··· Data excerpts
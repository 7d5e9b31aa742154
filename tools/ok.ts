/**
 * Runs every check of the project: `deno task ok [--no-test]`. One line a check; the output of a check is
 * shown when it fails. The last line is `N passed, N failed`: each test counts, and each other check once.
 */
import { lastSummary } from "./test_summary.ts";

interface Check {
  readonly name: string;
  /** Arguments to deno. */
  readonly args: readonly string[];
}

const CHECKS: readonly Check[] = [
  // Notebooks are checked with their cells; --ignore takes the place of "exclude" in deno.json.
  { name: "format", args: ["fmt", "--check", "--ignore=tests/**/data/,notebooks/*.ipynb"] },
  { name: "lint", args: ["lint", "--quiet"] },
  { name: "types", args: ["check", "--quiet", "."] },
  { name: "notebook cells", args: ["run", "-A", "tools/check_cells.ts"] },
  { name: "structure", args: ["run", "-A", "tools/check_structure.ts"] },
  { name: "words", args: ["run", "-A", "tools/check_words.ts"] },
  { name: "doc comments", args: ["run", "-A", "tools/check_docs.ts"] },
  { name: "links", args: ["run", "-A", "tools/check_links.ts"] },
  { name: "benchmarks run", args: ["run", "-A", "tools/bench_smoke.ts"] },
];
// Types are checked above, once.
const TESTS: Check = { name: "tests", args: ["run", "-A", "tools/test.ts", "--no-check"] };

const unknown = Deno.args.filter((argument) => argument !== "--no-test");
if (unknown.length > 0) {
  console.error(`Cannot run the checks: the only option is --no-test, got ${unknown.join(" ")}`);
  Deno.exit(2);
}

let passed = 0;
let failed = 0;
let skipped = 0;
for (const check of CHECKS) {
  const { code } = await run(check);
  if (code === 0) passed++;
  else failed++;
}
if (!Deno.args.includes("--no-test")) {
  const { code, stdout } = await run(TESTS);
  const counts = lastSummary(stdout, code);
  passed += counts.passed;
  failed += counts.failed;
  skipped += counts.skipped;
}
console.log(`${passed} passed, ${failed} failed${skipped > 0 ? `, ${skipped} skipped` : ""}`);
Deno.exit(failed > 0 ? 1 : 0);

async function run({ name, args }: Check): Promise<{ code: number; stdout: string }> {
  const start = performance.now();
  const result = await new Deno.Command(Deno.execPath(), {
    args: [...args],
    env: { NO_COLOR: "1" },
    stdin: "null",
  }).output();
  const seconds = ((performance.now() - start) / 1000).toFixed(1);
  const stdout = new TextDecoder().decode(result.stdout);
  const outcome = result.code === 0 ? "ok    " : "FAILED";
  console.log(`${outcome} ${name.padEnd(16)}${seconds.padStart(6)} s`);
  if (result.code !== 0) console.log(stdout + new TextDecoder().decode(result.stderr));
  return { code: result.code, stdout };
}
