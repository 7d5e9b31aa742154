/** Folder that holds deno.json. */
export function projectRoot(): string {
  return decodeURIComponent(new URL("..", import.meta.url).pathname).replace(/\/$/, "");
}

/** Prints what a check found, `file:line: what is wrong` each, and ends the process with its status. */
export function finish(findings: readonly string[]): never {
  for (const finding of findings) console.error(finding);
  Deno.exit(findings.length === 0 ? 0 : 1);
}
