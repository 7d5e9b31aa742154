/** Checks the arrows between the folders, the mod.ts lists and that every file has a test. */
import { findForbiddenArrows } from "./structure/arrows.ts";
import { findCycles } from "./structure/cycles.ts";
import { findErrorFaults } from "./structure/error_faults.ts";
import { findLongFiles } from "./structure/long_files.ts";
import { findModuleListFaults } from "./structure/module_lists.ts";
import { findImpurities } from "./structure/pure_library.ts";
import { readSourceTree } from "./structure/source_tree.ts";
import { findUntestedFiles } from "./structure/untested_files.ts";
import { finish, projectRoot } from "./findings.ts";

/**
 * Every fault in the structure of the tree at `root`, one line each.
 *
 * @param longFiles files that may be long, with the reason; this project's own without it
 */
export function checkStructure(
  root: string,
  { longFiles }: { readonly longFiles?: Readonly<Record<string, string>> } = {},
): string[] {
  const files = readSourceTree(root);
  if (files.length === 0) return [`${root}: holds no TypeScript file`];
  return [
    ...findForbiddenArrows(files),
    ...findCycles(files),
    ...findImpurities(files),
    ...findModuleListFaults(files),
    ...findUntestedFiles(files),
    ...findErrorFaults(files),
    ...findLongFiles(files, longFiles),
  ];
}

if (import.meta.main) finish(checkStructure(projectRoot()));
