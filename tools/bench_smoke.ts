/**
 * `bench_smoke.ts [root]` runs each benchmark of bench/ once, so that none rots: every `*_bench.ts` is loaded with a `Deno.bench`
 * that only notes what it is given, then each function is called. A fault names file and benchmark.
 */
import { finish, projectRoot } from "./findings.ts";
import { listFiles } from "./structure/source_tree.ts";

interface Noted {
  readonly file: string;
  readonly name: string;
  readonly run: (context: Deno.BenchContext) => void | Promise<void>;
}

const root = Deno.args[0] ?? projectRoot();
const noted: Noted[] = [];
let file = "";

const note = (...args: readonly unknown[]) => {
  const parts = args.flatMap((part) =>
    typeof part === "object" && part !== null ? [part, ...Object.values(part)] : [part]
  );
  const run = parts.find((part) => typeof part === "function") as Noted["run"] | undefined;
  const name = parts.find((part) => typeof part === "string" && part !== "") ?? run?.name;
  if (run) noted.push({ file, name: String(name), run });
};
Object.defineProperty(Deno, "bench", { value: note });

const findings: string[] = [];
const describe = (error: unknown) =>
  error instanceof Error ? `${error.name}: ${error.message}` : String(error);

for (const path of listFiles(root, "bench").filter((path) => path.endsWith("_bench.ts")).sort()) {
  file = path;
  const before = noted.length;
  try {
    await import(new URL(path, `file://${root}/`).href);
    if (noted.length === before) findings.push(`${path}:1: holds no benchmark`);
  } catch (error) {
    findings.push(`${path}:1: cannot be loaded: ${describe(error)}`);
  }
}
for (const { file, name, run } of noted) {
  try {
    await run({ name, origin: file, start() {}, end() {} });
  } catch (error) {
    findings.push(`${file}:1: benchmark "${name}" failed: ${describe(error)}`);
  }
}
finish(findings);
······
### What you have to do
What are the lines, exactly as written above, from the line with "checked above, once." to the line with "let passed = 0;", both included? Output only those.

### Expected output
// Types are checked above, once.
const TESTS: Check = { name: "tests", args: ["run", "-A", "tools/test.ts", "--no-check"] };

const unknown = Deno.args.filter((argument) => argument !== "--no-test");
if (unknown.length > 0) {
  console.error(`Cannot run the checks: the only option is --no-test, got ${unknown.join(" ")}`);
  Deno.exit(2);
}

let passed = 0;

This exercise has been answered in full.